Basic advice for implementers

* Don't store user passwords in plain text. Anyone who gets access to the system will then have all passwords. Even if your system is never hacked by outsiders, you and other administrators should not have access to users' passwords.

* Don't email a user their password. (The only exception might be sending a new temporary password during the password recovery process, but preferably send a link they must go to, and which expires soon.)

* Don't display a user's password on the screen.

* Don't store user passwords encrypted. Anyone who gets access to the system will probably then get all the passwords, even if the decryption key is not stored somewhere on the system, which it probably is.

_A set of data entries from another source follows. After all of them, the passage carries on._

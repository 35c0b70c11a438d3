namespace FloodPanel.Calculation.Actions;

/// <summary>One physical cause of load.</summary>
public enum ActionKind
{
    /// <summary>Still water on both sides.</summary>
    Hydrostatic,

    /// <summary>Moving water.</summary>
    Flow,

    /// <summary>Waves.</summary>
    Wave,

    /// <summary>Floating debris.</summary>
    Debris,

    /// <summary>Wind.</summary>
    Wind,

    /// <summary>A line load.</summary>
    Line,
}
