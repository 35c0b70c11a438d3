namespace FloodPanel.Calculation.Actions;

/// <summary>Still water: p(z) = γ·max(0, h − z) on the flood side, less the same of the protected side.</summary>
public static class Hydrostatic
{
    /// <summary>Source of the method, as printed.</summary>
    public const string Source = "Hydrostatics, first principles";

    /// <summary>γ = ρ·g, unit weight of water [N/m³].</summary>
    /// <param name="density">ρ, water density [kg/m³], 990 to 1400.</param>
    /// <exception cref="ArgumentOutOfRangeException">The density is out of range.</exception>
    public static double UnitWeight(double density)
    {
        Guard.InRange(density, 990, 1400);

        return density * Physics.Gravity;
    }

    /// <summary>Pressure of still water on one side over the height of the barrier.</summary>
    /// <param name="unitWeight">γ, unit weight of water [N/m³], > 0.</param>
    /// <param name="depth">h, still-water depth above the sill [m]; nothing acts when it is not above zero.</param>
    /// <param name="height">H, vertical height of the barrier [m], > 0; over its top the diagram is a trapezoid.</param>
    /// <param name="factor">γ_F, load factor [-].</param>
    /// <returns>The piece, positive towards the side without this water; of no height without water.</returns>
    /// <remarks>
    /// Source: p = γ·(h − z), first principles. Limits: still water; the draw-down of water flowing over the top is
    /// ignored, which is safe.
    /// </remarks>
    public static PressurePiece Side(double unitWeight, double depth, double height, double factor)
    {
        var top = Math.Max(0, Math.Min(depth, height));
        return new(0, top, unitWeight * depth, unitWeight * (depth - top), factor);
    }

    internal static PressurePiece Opposite(this PressurePiece piece) =>
        piece with { AtBottom = -piece.AtBottom, AtTop = -piece.AtTop };
}
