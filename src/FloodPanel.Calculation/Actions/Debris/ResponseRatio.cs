namespace FloodPanel.Calculation.Actions.Debris;

/// <summary>R_max, greatest elastic response to a half-sine impulse over the static one, by Δt/T_n.</summary>
public static class ResponseRatio
{
    /// <summary>Source of the table, as printed.</summary>
    public const string Source = "ASCE 7, Table C5.4-4 (from memory; within 0.1 of the exact half-sine spectrum)";

    private const double Step = 0.1;

    private static readonly double[] Table = [0, .4, .8, 1.1, 1.4, 1.5, 1.7, 1.8, 1.8, 1.8, 1.7, 1.7, 1.6, 1.6, 1.5];

    /// <summary>R_max of the table, straight between its rows [-]; 1.5 from 1.4 on.</summary>
    /// <param name="ratio">Δt/T_n, impact duration over natural period [-], ≥ 0.</param>
    /// <exception cref="ArgumentOutOfRangeException">The ratio is negative or not finite.</exception>
    public static double Of(double ratio)
    {
        Guard.NonNegative(ratio);

        var row = ratio / Step;
        if (row >= Table.Length - 1)
        {
            return Table[^1];
        }

        var (below, part) = ((int)row, row - (int)row);
        return Table[below] + part * (Table[below + 1] - Table[below]);
    }

    /// <summary>R_max of an undamped oscillator under a half-sine pulse, exact [-].</summary>
    /// <param name="ratio">r = Δt/T_n [-], ≥ 0.</param>
    /// <exception cref="ArgumentOutOfRangeException">The ratio is negative or not finite.</exception>
    /// <remarks>
    /// With β = 1/(2r): up to r = 1/2 the greatest response comes after the pulse, 2β/(β² − 1)·cos(π·r), π/2 at r = 1/2;
    /// above, within it, the greatest sin(2π·n·β/(1 + β))/(1 − β) over n up to (1 + β)/(2β). Source: first principles.
    /// </remarks>
    public static double HalfSine(double ratio)
    {
        Guard.NonNegative(ratio);

        if (ratio == 0)
        {
            return 0;
        }

        var beta = 1 / (2 * ratio);
        if (Math.Abs(beta - 1) < 1e-7)
        {
            return Math.PI / 2;
        }

        if (beta > 1)
        {
            return 2 * beta / (beta * beta - 1) * Math.Cos(Math.PI * ratio);
        }

        var greatest = 0.0;
        for (var n = 1; n <= (1 + beta) / (2 * beta); n++)
        {
            greatest = Math.Max(greatest, Math.Sin(2 * Math.PI * n * beta / (1 + beta)) / (1 - beta));
        }

        return greatest;
    }
}
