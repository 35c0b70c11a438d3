using FloodPanel.Calculation.ProjectTree;

namespace FloodPanel.Calculation.Actions.Debris;

/// <summary>What one published method gives for the same object.</summary>
/// <param name="Method">The method.</param>
/// <param name="Force">F [N].</param>
/// <param name="Source">Where it stands, and how it is known.</param>
public sealed record DebrisEstimate(string Method, double Force, string Source);

/// <summary>How widely published methods differ for the same object: the engineer chooses with open eyes.</summary>
public static class DebrisComparison
{
    private const double Foot = 0.3048;

    private const string Fema = "FEMA P-55 (2011), Eq. 8.9 (secondary source)";

    /// <summary>F_i = W·V·C_D·C_B·C_Str, FEMA's form [N].</summary>
    /// <param name="mass">m, mass of the object [kg], ≥ 0; W = m·g.</param>
    /// <param name="velocity">V, velocity of the object [m/s], ≥ 0.</param>
    /// <param name="depthAndBlockage">C_D·C_B [-], ≥ 0.</param>
    /// <param name="structure">C_Str [s/ft]: 0.2 timber pile or masonry column, 0.4 concrete pile, 0.8 concrete wall.</param>
    /// <exception cref="ArgumentOutOfRangeException">An argument is negative or not finite.</exception>
    /// <remarks>Source: FEMA P-55 (2011), Eq. 8.9 (secondary source). C_Str is in s/ft: 1 s/ft is 3.281 s/m.</remarks>
    public static double FemaForce(double mass, double velocity, double depthAndBlockage, double structure)
    {
        Guard.NonNegative(mass);
        Guard.NonNegative(velocity);
        Guard.NonNegative(depthAndBlockage);
        Guard.NonNegative(structure);

        return mass * Physics.Gravity * velocity * depthAndBlockage * structure / Foot;
    }

    /// <summary>F = m·V/Δt, a mass stopped evenly [N].</summary>
    /// <param name="mass">m [kg], ≥ 0.</param>
    /// <param name="velocity">V [m/s], ≥ 0.</param>
    /// <param name="stoppingTime">Δt [s], > 0.</param>
    /// <exception cref="ArgumentOutOfRangeException">An argument is out of range or not finite.</exception>
    public static double EvenStop(double mass, double velocity, double stoppingTime)
    {
        Guard.NonNegative(mass);
        Guard.NonNegative(velocity);
        Guard.Positive(stoppingTime);

        return mass * velocity / stoppingTime;
    }

    /// <summary>The same object by each method, with its own depth and blockage coefficients.</summary>
    /// <param name="input">The object.</param>
    /// <param name="force">F used here, on the log that feels it most [N].</param>
    public static IReadOnlyList<DebrisEstimate> Of(DebrisInput input, double force)
    {
        var (mass, velocity) = (input.Mass, input.Velocity);
        var depthAndBlockage = input.Coefficients.Depth * input.Coefficients.Blockage;
        return
        [
            new("Used here: half-sine impulse with the coefficients above", force, DebrisImpact.Source),
            new("The same with C_I·C_O·R_max = 1", DebrisImpact.Force(mass, velocity, input.StoppingTime, depthAndBlockage), DebrisImpact.Source),
            new("Concrete wall, C_Str 0.8 s/ft", FemaForce(mass, velocity, depthAndBlockage, 0.8), Fema),
            new("Concrete pile or frame, C_Str 0.4 s/ft", FemaForce(mass, velocity, depthAndBlockage, 0.4), Fema),
            new("Timber pile or masonry column, C_Str 0.2 s/ft", FemaForce(mass, velocity, depthAndBlockage, 0.2), Fema),
            new("Stopped evenly in 0.30 s", EvenStop(mass, velocity, 0.30), "IS 16475:2016, from its 4.5 kN for 450 kg at 3 m/s (derived)"),
            new("Stopped evenly in 0.5 s", EvenStop(mass, velocity, 0.5), "US ordinances after EP 1165-2-314"),
            new("Stopped evenly in 1 s", EvenStop(mass, velocity, 1), "Early US practice (FEMA critical-facilities guide)"),
        ];
    }
}
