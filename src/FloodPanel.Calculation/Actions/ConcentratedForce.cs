namespace FloodPanel.Calculation.Actions;

/// <summary>A force at one height: debris [N], or a line load [N per metre of width]. Normal to the face.</summary>
/// <param name="Characteristic">Unfactored force.</param>
/// <param name="Factor">γ_F, load factor of the design basis [-].</param>
/// <param name="Height">z, height above the sill [m].</param>
public readonly record struct ConcentratedForce(double Characteristic, double Factor, double Height)
{
    /// <summary>Factored force.</summary>
    public double Design => Factor * Characteristic;

    /// <summary>The same force taken over a width, [N] from [N/m].</summary>
    /// <param name="width">The width [m].</param>
    internal ConcentratedForce Over(double width) => this with { Characteristic = Characteristic * width };
}
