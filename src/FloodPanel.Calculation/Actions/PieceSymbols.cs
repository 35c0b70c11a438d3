namespace FloodPanel.Calculation.Actions;

/// <summary>Symbols and formulas of one piece of the diagram in a working, numbered from 1; made once.</summary>
internal sealed class PieceSymbols
{
    private const int Most = 16;

    private static readonly PieceSymbols[] Numbered = [.. Enumerable.Range(1, Most).Select(n => new PieceSymbols(n))];

    private static readonly string[] Sums = [.. Enumerable.Range(0, Most + 1).Select(n => Sum(n, i => $"w_{i}"))];

    private static readonly string[] FactoredSums =
        [.. Enumerable.Range(0, Most + 1).Select(n => Sum(n, i => $"γ_{i}·w_{i}"))];

    private PieceSymbols(int n)
    {
        Factor = $"γ_{n}";
        From = $"z_a{n}";
        To = $"z_b{n}";
        AtFrom = $"p_a{n}";
        AtTo = $"p_b{n}";
        Force = $"w_{n}";
        Arm = $"z_{n}";
        Second = $"S_{n}";
        Third = $"T_{n}";
        Tip = $"J_{n}";
        ForceFormula = $"(p_a{n} + p_b{n})/2·(z_b{n} − z_a{n})";
        RakedForceFormula = $"(p_a{n} + p_b{n})/2·(z_b{n} − z_a{n})/cos(θ)";
        ArmFormula = $"z_a{n} + (z_b{n} − z_a{n})/3·(p_a{n} + 2·p_b{n})/(p_a{n} + p_b{n})";
        SecondFormula = $"(z_b{n} − z_a{n})/12·(p_a{n}·(3·z_a{n}² + 2·z_a{n}·z_b{n} + z_b{n}²)"
            + $" + p_b{n}·(z_a{n}² + 2·z_a{n}·z_b{n} + 3·z_b{n}²))";
        ThirdFormula = $"(z_b{n} − z_a{n})/20·(p_a{n}·(4·z_a{n}³ + 3·z_a{n}²·z_b{n} + 2·z_a{n}·z_b{n}² + z_b{n}³)"
            + $" + p_b{n}·(z_a{n}³ + 2·z_a{n}²·z_b{n} + 3·z_a{n}·z_b{n}² + 4·z_b{n}³))";
        VerticalTipFormula = $"3·ℓ·S_{n} − T_{n}";
        TipFormula = $"(3·ℓ·S_{n} − T_{n}/cos(θ))/cos(θ)³";
    }

    public string Factor { get; }

    public string From { get; }

    public string To { get; }

    public string AtFrom { get; }

    public string AtTo { get; }

    public string Force { get; }

    public string Arm { get; }

    public string Second { get; }

    public string Third { get; }

    public string Tip { get; }

    public string ForceFormula { get; }

    public string RakedForceFormula { get; }

    public string ArmFormula { get; }

    public string SecondFormula { get; }

    public string ThirdFormula { get; }

    public string TipFormula { get; }

    public string VerticalTipFormula { get; }

    public static PieceSymbols At(int index) => Numbered[index];

    /// <summary>"w_1 + w_2", for a count of pieces.</summary>
    public static string SumOfForces(int count) => Sums[count];

    /// <summary>"γ_1·w_1 + γ_2·w_2", for a count of pieces.</summary>
    public static string SumOfDesignForces(int count) => FactoredSums[count];

    /// <summary>Terms for each piece joined by plus signs.</summary>
    public static string Sum(int count, Func<int, string> term) =>
        string.Join(" + ", Enumerable.Range(1, count).Select(term));
}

* Store only hashes of the passwords.

* The stores hashes should be salted so that an attacker cannot efficiently try to crack all captured password hashes and so that it's impossible to tell whether a user has the same password at two different sites, given their hashes from those 2 sites.

* The hash function should be relatively slow to compute (e.g. a few dozen hashes per second), so use an iterating hash function like bcrypt or PBKDF2 with many iterations rather than a single call to a fast hash function like MD5 or SHA256.

* Use existing hash technology that's been tested and studied by cryptologists instead of trying to make up some new scheme.

* Don't enforce a maximum password length. There is no reason to force users to use shorter weaker passwords. There is no reason the password length should matter to you since you are simply storing a fixed-length hash of the password, not the password itself.

* Don't enforce a restricted alphabet like "only alphanumeric symbols with no special characters". There is no reason to force users to use weaker passwords with smaller alphabets. Allowing any printable ASCII character from 33 "!" to 126 "~" should be normal. There is no reason to worry about "URL-unsafe" characters like < & / etc or about SQL injection attacks etc, since you are simply storing a hash of the password, not using the password in URLs or database commands etc.

* If you want or need to allow foreign letters (not at all a bad idea, especially if your users are not English speakers), know about Unicode and UTF-8 encoding.

* Take some time to research this stuff. Read classic old articles like "Password Security: A Case History" by Robert Morris and Ken Thompson and modern classics like http://codahale.com/how-to-safely-store-a-password/. Take a browse through sites like http://stackoverflow.com/questions/tagged/passwords.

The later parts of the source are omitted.